Comparative Archaeology Database  |  Center for Comparative Archaeology  |  University of Pittsburgh



Rosario Valley Architectural Gini Coefficient and Neighborhood Dataset

Kyle Shaw-Müller and John P. Walden



The data files below provide information on the mound volume measurements for Rosario. They are listed from smallest to largest, accompanied by their Lorenz curve calculations. In the data, "mounds" are synonymous with "structures." Structures are the basic unit of analysis and consist of heavily eroded platforms (i.e., mounds) upon which domestic superstructures would have been built.

DOWNLOAD:

[Comma delimited UTF-8 format]
[Excel format]

FILE METADATA:

Each line in the .CSV file represents one mound. There are 1978 lines, each with 13 variables separated by commas. The variables are listed in the following order:

1 Site Name -- a code used to identify sites.
2 Volume of Mound in Cubic Meters
3 Wide Method: f' - An index of change, this is the difference between the prior and subsequent observations, divided by two and rounded down.
4 Wide Method: f'' - An index of acceleration, this is the difference between the f’ values of prior and subsequent observations, divided by two and rounded down.
5 Narrow Method: f' - An index of change, this is the difference between the observation and the one that follows, divided by two and rounded down.
6 Narrow Method: f'' - An index of acceleration, this is the difference between the f’ values of the observation and of its prior counterpart, divided by two and rounded down.
7 Individual # -- a number used to count sites used for mound calculations
8 Pop. frac: The share of the total population that the mound has; i.e. 1/ [sum of all observations]
9 Income frac: The proportion of the population's total volume that the mound has; i.e. [Mound Volume]/[Sum of Volume from all observations]
10 Line of Equality sum pop.: The cumulative value of each “population fraction” value, adding up to 1 on the final observation.
11 Lorenz Curve sum income: The cumulative value of each “income fraction” value, adding up to 1 on the final observation
12 G(i)*F(i+1): Calculates the differences between the line of equality and the Lorenz curve in order to estimate the area between them (via sums of their values) and consequently the Gini coefficient.
13 G(i+1)*F(i): Calculates the differences between the line of equality and the Lorenz curve in order to estimate the area between them (via sums of their values) and consequently the Gini coefficient.

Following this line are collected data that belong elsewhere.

// ---- Writing ----

// Whole numbers without a point; NaN and infinities as null.
Json NumberJson(double number) {
  if (!std::isfinite(number)) return nullptr;
  if (number == std::nearbyint(number) && std::abs(number) < kExactIntegers &&
      !(number == 0 && std::signbit(number)))
    return static_cast<std::int64_t>(number);
  return number;
}

Json NumbersJson(std::span<const double> numbers) {
  Json out = Json::array();
  for (const double number : numbers) out.push_back(NumberJson(number));
  return out;
}

void PutNumber(Json& out, const char* key, double number) {
  if (!std::isnan(number)) out[key] = NumberJson(number);
}
void PutText(Json& out, const char* key, const std::string& text) {
  if (!text.empty()) out[key] = text;
}
template <class T>
void PutUnless(Json& out, const char* key, const T& value, const T& otherwise) {
  if (value != otherwise) out[key] = value;
}

Json ColumnJson(const ModelColumn& column) {
  Json out;
  out["name"] = column.name;
  PutText(out, "unit", column.unit);
  if (column.role != ColumnRole::kPredictor)
    out["role"] = kColumnRoleNames[static_cast<size_t>(column.role)];
  if (column.kind != ColumnKind::kNumber)
    out["kind"] = kColumnKindNames[static_cast<size_t>(column.kind)];
  PutUnless(out, "transform", column.transform.spec(), std::string("identity"));
  PutUnless(out, "degree", column.degree, 0);
  if (!std::isnan(column.observed_low))
    out["observed"] = NumbersJson(std::array{column.observed_low, column.observed_high});
  if (!std::isnan(column.median)) {
    out["quartiles"] =
        NumbersJson(std::array{column.lower_quartile, column.median, column.upper_quartile});
  }
  PutNumber(out, "mean", column.mean);
  PutNumber(out, "sd", column.sd);
  for (const CategoryLevel& level : column.levels)
    out["levels"].push_back(Json::array(level.text, level.rows));
  PutUnless(out, "reference", column.reference, -1);
  PutUnless(out, "reference_given", column.reference_given, false);
  PutUnless<std::int64_t>(out, "missing", column.missing, 0);
  PutUnless<std::int64_t>(out, "outside", column.outside, 0);
  PutText(out, "note", column.note);
  return out;
}

Json TermJson(const ModelTerm& term) {
  Json out;
  out["name"] = term.name;
  Json factors = Json::array();
  for (const Factor& factor : term.factors) {
    factors.push_back(factor.level < 0 ? Json::array(factor.column, factor.power)
                                       : Json::array(factor.column, 0, factor.level));
  }
  out["factors"] = std::move(factors);
  out["coefficient"] = NumberJson(term.coefficient);
  for (size_t kind = 0; kind < kErrorKinds; ++kind)
    PutNumber(out, kErrorKeys[kind], term.standard_error[kind]);
  PutNumber(out, "variance_inflation", term.variance_inflation);
  PutText(out, "note", term.note);
  return out;
}

Json CheckJson(const Check& check) {
  Json out;
  out["name"] = check.name;
  out["status"] = check.status;
  PutNumber(out, "statistic", check.statistic);
  PutNumber(out, "df", check.df);
  PutNumber(out, "p_value", check.p_value);
  PutText(out, "finding", check.finding);
  PutText(out, "remedy", check.remedy);
  return out;
}

Json BasisJson(const Basis& basis) {
  const CentredBasis& fit = basis.fit;
  Json out;
  if (fit.rank() != fit.columns) {
    Json& kept = out["kept"] = Json::array();
    for (const Index j : fit.kept) kept.push_back(j);
  }
  out["centre"] = NumbersJson(fit.centre);
  Json high = Json::array(), low = Json::array();
  for (const DoubleDouble beta : fit.coefficient) {
    high.push_back(NumberJson(beta.hi));
    low.push_back(NumberJson(beta.lo));
  }
  out["coefficient"] = std::move(high);
  const auto has_low = [](DoubleDouble number) { return number.lo != 0; };
  if (std::any_of(fit.coefficient.begin(), fit.coefficient.end(), has_low))
    out["coefficient_low"] = std::move(low);
  high = Json::array();
  low = Json::array();
  for (const DoubleDouble r : fit.factor) {
    high.push_back(NumberJson(r.hi));
    if (fit.extended) low.push_back(NumberJson(r.lo));
  }
  out["factor"] = std::move(high);
  if (fit.extended) out["factor_low"] = std::move(low);
  if (basis.robust) {
    Json& robust = out["robust"];
    robust["scale"] = NumberJson(basis.robust->scale);
    if (!basis.robust->matrix.empty()) robust["matrix"] = NumbersJson(basis.robust->matrix);
    for (const std::vector<double>& direction : basis.robust->unknown)
      robust["unknown"].push_back(NumbersJson(direction));
  }
  PutNumber(out, "largest_leverage", basis.largest_leverage);
  return out;
}

Json KeyJson(const KeyValue& key) {
  return std::visit(
      [](const auto& value) -> Json {
        if constexpr (std::is_same_v<std::decay_t<decltype(value)>, std::monostate>)
          return nullptr;
        else
          return value;
      },
      key);
}

// ---- Reading ----

// What is wrong with a text; caught by ModelFromText.
struct Unsound {
  std::string what;
};

[[noreturn]] void Refuse(const std::string& place, const std::string& what) {
  throw Unsound{place + " " + what};
}

double ReadNumber(const Json& json, const std::string& place) {
  if (json.is_null()) return kNaN;
  if (!json.is_number()) Refuse(place, "must be a number or null");
  return json.get<double>();
}
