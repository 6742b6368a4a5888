#!/bin/sh
# The whole job on a made-up county housing-repair office: sh examples/run.sh
#
# On a bare Debian 12 machine it first installs the packages it lacks. It leaves the extension in
# build/release, and the demo database and a page about it in examples/out, made anew on each run. A
# demo database that was changed since it was made is kept beside it under another name.
set -eu
cd "$(dirname "$0")/.."

sh tests/packages.sh g++ make cmake sqlite3 libsqlite3-dev libeigen3-dev libboost-dev \
  nlohmann-json3-dev

cmake -S . -B build/release
cmake --build build/release -j 2

database=examples/out/repairs.db
mkdir -p examples/out
made=$database.sha256  # of the database as this script left it
if [ -e "$database" ] && { [ -s "$database-wal" ] || ! sha256sum --status -c "$made" 2> /dev/null; }; then
  before=$database.before-$(date +%Y%m%d-%H%M%S)
  sqlite3 -bail "$database" ".backup '$before'"
  echo "The demo database was changed since it was made. It is kept as $before"
fi
rm -f "$database" "$database-wal" "$database-shm" "$made"
sqlite3 -batch -bail "$database" < examples/make_database.sql

for part in examples/[0-9]*.sql; do
  echo
  echo "== $part"
  sqlite3 -batch -bail -cmd '.load build/release/ladderline' -cmd '.mode box' "$database" < "$part"
done

echo
echo "== sql/page.sql"
(cd examples/out && sqlite3 -batch -bail -readonly -cmd '.load ../../build/release/ladderline' repairs.db \
  < ../../sql/page.sql)

sha256sum "$database" > "$made"
echo
[ -z "${before:-}" ] || echo "Your changed database of before: $before"
echo "To go on from here: sqlite3 -cmd '.load build/release/ladderline' $database"
echo "The page to look at: examples/out/models_and_rates.html"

The first line of the .CSV file, for example, looks like this:

RV120-2,4,,,0,,1,0.000505561,6.97672E-05,0.000505561,6.97672E-05,7.05432E-08,7.05432E-08

This means that RV120-2 has an volume of 4 meters squared. The four variables that follow ("Wide method" and "Narrow method" f' and t) show how quickly the area changes between consecutive values, therefore RV120-2 has no values or zero for these variables because it begins the sequence of observations. RV120-2 is the first observation ("Individual #'=1) of this analysis, it makes up about 0.05% of the total population ("Pop frac.=0.000505561), it has 6.97672E-05 of the population's total volume ("income frac."=6.97672E-05), the cumulative share of the population counted with this site is about 0.05% ("sum pop."=0.000505561), the cumulative share of the volume counted with this site is 6.97672E-05 ("sum pop."=6.97672E-05), and the difference between the line of equality and Lorenz curve at this point is 7.05432E-08 ("G(i)*F(i+1)"=7.05432E-08;"G(i+1)*F(i) =7.05432E-08).